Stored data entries

* * * *

"""Hostile files and unlucky moments: crafted inputs, formula injection, tracks checked like logs,
writes that survive a kill and a second run, no traceback and no network."""

from __future__ import annotations

import io
import os
import signal
import subprocess
import sys
import textwrap
import time
import zipfile

import openpyxl
import pandas as pd
import pytest
from typer.testing import CliRunner

from navred.cli import app
from navred.io.logbook import LogbookError, read_sight_log
from navred.io.output import OutputError, atomic_write
from navred.io.track import TrackError, nmea_year, read_track

runner = CliRunner()
DEMO = "sample_sights/demo_sights.csv"


#: A crafted file is refused before it is read, in under a second (the issue's bound; each takes a few
#: milliseconds here, while reading one takes minutes and gigabytes).
REFUSED_WITHIN_S = 1.0


def refused_quickly(path, error=LogbookError, fragment="", reader=read_sight_log) -> str:
    """The reader's refusal of a crafted file, checked to come within REFUSED_WITHIN_S; its message returned."""
    started = time.perf_counter()
    with pytest.raises(error, match=fragment) as refusal:
        reader(path)
    assert time.perf_counter() - started < REFUSED_WITHIN_S
    return str(refusal.value)


# --- crafted files -----------------------------------------------------------------------

def test_a_zip_bomb_spreadsheet_is_refused_before_it_is_unzipped(tmp_path):
    # the zip bomb as the defences against it describe it: a tiny archive that inflates enormously
    # (defusedxml's and Python's zipfile documentation on decompression bombs); here 50 MB of zeros in 50 kB
    path = tmp_path / "bomb.xlsx"
    with zipfile.ZipFile(path, "w", zipfile.ZIP_DEFLATED) as archive:
        archive.writestr("[Content_Types].xml", "<Types/>")
        with archive.open("xl/worksheets/sheet1.xml", "w") as member:
            block = b"\0" * (1 << 20)
            for _ in range(50):
                member.write(block)
    assert path.stat().st_size < 200_000
    refused_quickly(path, fragment="would unzip to")


def test_hand_workings_are_read_under_the_same_bounds(tmp_path, monkeypatch):
    """A class workbook (a sheet per cadet) is read through the one reader: the zip bomb is refused before it
    is unzipped, and each sheet is held to the row limit."""
    from navred.io import readers
    from navred.jobs.workings import mark_workings

    path = tmp_path / "bomb.xlsx"
    with zipfile.ZipFile(path, "w", zipfile.ZIP_DEFLATED) as archive:
        archive.writestr("[Content_Types].xml", "<Types/>")
        with archive.open("xl/worksheets/sheet1.xml", "w") as member:
            for _ in range(50):
                member.write(b"\0" * (1 << 20))
    refused_quickly(path, fragment="would unzip to", reader=mark_workings)
    monkeypatch.setattr(readers, "MAX_ROWS", 10)
    book = openpyxl.Workbook()
    book.active.title = "Cadet A"
    book.active.append(["utc", "body", "zn_worked", "ho_worked", "intercept_worked"])
    long = book.create_sheet("Cadet B")
    for _ in range(30):
        long.append(["2026-03-26T09:10:00Z", "Sun", "113", "25 12.8", "3.2 T"])
    book.save(tmp_path / "class.xlsx")
    with pytest.raises(LogbookError, match="sheet 'Cadet B' has more than 10 rows"):
        mark_workings(tmp_path / "class.xlsx")


BILLION_LAUGHS = """<?xml version="1.0"?>
<!DOCTYPE lolz [<!ENTITY lol "lol"><!ENTITY lol2 "&lol;&lol;&lol;&lol;&lol;&lol;&lol;&lol;&lol;&lol;">
<!ENTITY lol3 "&lol2;&lol2;&lol2;&lol2;&lol2;&lol2;&lol2;&lol2;&lol2;&lol2;">
<!ENTITY lol4 "&lol3;&lol3;&lol3;&lol3;&lol3;&lol3;&lol3;&lol3;&lol3;&lol3;">]>
"""


def test_xml_entity_bombs_are_refused_in_gpx_and_in_spreadsheets(tmp_path):
    # the "billion laughs" entity expansion, as defusedxml documents it: refused, never expanded
    gpx = tmp_path / "laughs.gpx"
    gpx.write_text(BILLION_LAUGHS + '<gpx><trk><trkseg><trkpt lat="1" lon="1"><time>&lol4;</time></trkpt>'
                   "</trkseg></trk></gpx>")
    message = refused_quickly(gpx, TrackError, "XML entities", read_track)
    assert "laughs.gpx" in message and "lol" not in message  # the file named; nothing of an entity expanded
    book = openpyxl.Workbook()
    book.active.append(["utc", "body", "hs", "eye_height_m", "dr_lat", "dr_lon"])
    book.active.append(["2026-03-26T19:41:00Z", "Sirius", "30 02.4", 2.8, "43 14 N", "13 04 W"])
    clean = tmp_path / "clean.xlsx"
    book.save(clean)
    bomb = tmp_path / "laughs.xlsx"
    with zipfile.ZipFile(clean) as source, zipfile.ZipFile(bomb, "w") as target:
        for item in source.infolist():
            data = source.read(item.filename)
            if item.filename in ("xl/worksheets/sheet1.xml", "xl/sharedStrings.xml"):
                body = data.split(b"?>", 1)[1] if data.startswith(b"<?xml") else data
                data = BILLION_LAUGHS.encode() + body.replace(b"Sirius", b"&lol4;")
            target.writestr(item, data)
    message = refused_quickly(bomb, LogbookError, "cannot be opened as a spreadsheet")
    assert "laughs.xlsx" in message and "lol" not in message


@pytest.mark.parametrize("content, name, fragment", [
    (None, "huge.csv", "MiB; navred reads logs of up to"),  # a 200 MB log (sparse: nothing is written)
    (b"\x1f\x8b\x08\x00" + bytes(200), "log.csv", "gzip"),
    ("utc,body\n".encode("utf-16-le"), "utf16.csv", "UTF-16 without a byte-order mark"),
    (b"\x00" * 5000, "nul.csv", "binary"),
    (b"PK\x03\x04" + bytes(100), "zip.csv", "zip archive"),
])
def test_crafted_files_are_refused_quickly_with_one_message(tmp_path, content, name, fragment):
    path = tmp_path / name
    if content is None:
        with open(path, "wb") as handle:
            handle.truncate(200 * 1024 * 1024)
    else:
        path.write_bytes(content)
    message = refused_quickly(path, fragment=fragment)
    assert "\n" not in message and name in message  # one line, naming the file


def test_a_spreadsheets_unicode_text_export_is_read(tmp_path):
    # UTF-16 with its byte-order mark and tabs: what a spreadsheet writes as "Unicode text" (common practice)
    text = open(DEMO, encoding="utf-8").read().replace(",", "\t")
    path = tmp_path / "unicode.txt"
    path.write_bytes(text.encode("utf-16"))
    assert len(read_sight_log(path).sights) == 11


def test_limits_on_rows_columns_and_cells(tmp_path):
    wide = tmp_path / "wide.csv"
    wide.write_text(",".join(f"c{k}" for k in range(250)) + "\n" + ",".join("1" for _ in range(250)) + "\n")
    with pytest.raises(LogbookError, match="navred reads at most 200"):
        read_sight_log(wide)
    long_cell = tmp_path / "cell.csv"
    lines = open(DEMO, encoding="utf-8").read().splitlines()
    header = lines[0] + ",remark"
    long_cell.write_text("\n".join([header, lines[1] + "," + "x" * 40_000, lines[2] + ",short"]) + "\n")
    log = read_sight_log(long_cell)
    assert list(log.sights.row) == [3] and "more than 32,767" in log.rejected.reason.iloc[0]


# --- formula injection -------------------------------------------------------------------------

def test_formula_like_text_is_neutralised_in_csv_output(tmp_path):
    # OWASP, "CSV Injection": cells beginning with = + - @ tab or CR get a leading '
    demo = pd.read_csv(DEMO, dtype=str, keep_default_na=False)
    demo["remark"] = ["=1+1", "+cmd", "@SUM(A1)", "-2+3", "\tx", "plain"] + [""] * 5
    path = tmp_path / "log.csv"
    demo.to_csv(path, index=False)
    result = runner.invoke(app, ["reduce", str(path), "--csv"])
    out = pd.read_csv(io.StringIO(result.stdout), dtype=str, keep_default_na=False)
    assert list(out.remark[:6]) == ["'=1+1", "'+cmd", "'@SUM(A1)", "'-2+3", "'\tx", "plain"]
    assert (out.hs_deg.astype(float) > 0).all()  # numbers stay numbers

* * * *

Aim of the exercise
Transcribe the lines above between the line holding "import pytest" and the line holding "reader(path)", inclusive, exactly as they stand and with nothing added.

Exercise response
import pytest
from typer.testing import CliRunner

from navred.cli import app
from navred.io.logbook import LogbookError, read_sight_log
from navred.io.output import OutputError, atomic_write
from navred.io.track import TrackError, nmea_year, read_track

runner = CliRunner()
DEMO = "sample_sights/demo_sights.csv"


#: A crafted file is refused before it is read, in under a second (the issue's bound; each takes a few
#: milliseconds here, while reading one takes minutes and gigabytes).
REFUSED_WITHIN_S = 1.0


def refused_quickly(path, error=LogbookError, fragment="", reader=read_sight_log) -> str:
    """The reader's refusal of a crafted file, checked to come within REFUSED_WITHIN_S; its message returned."""
    started = time.perf_counter()
    with pytest.raises(error, match=fragment) as refusal:
        reader(path)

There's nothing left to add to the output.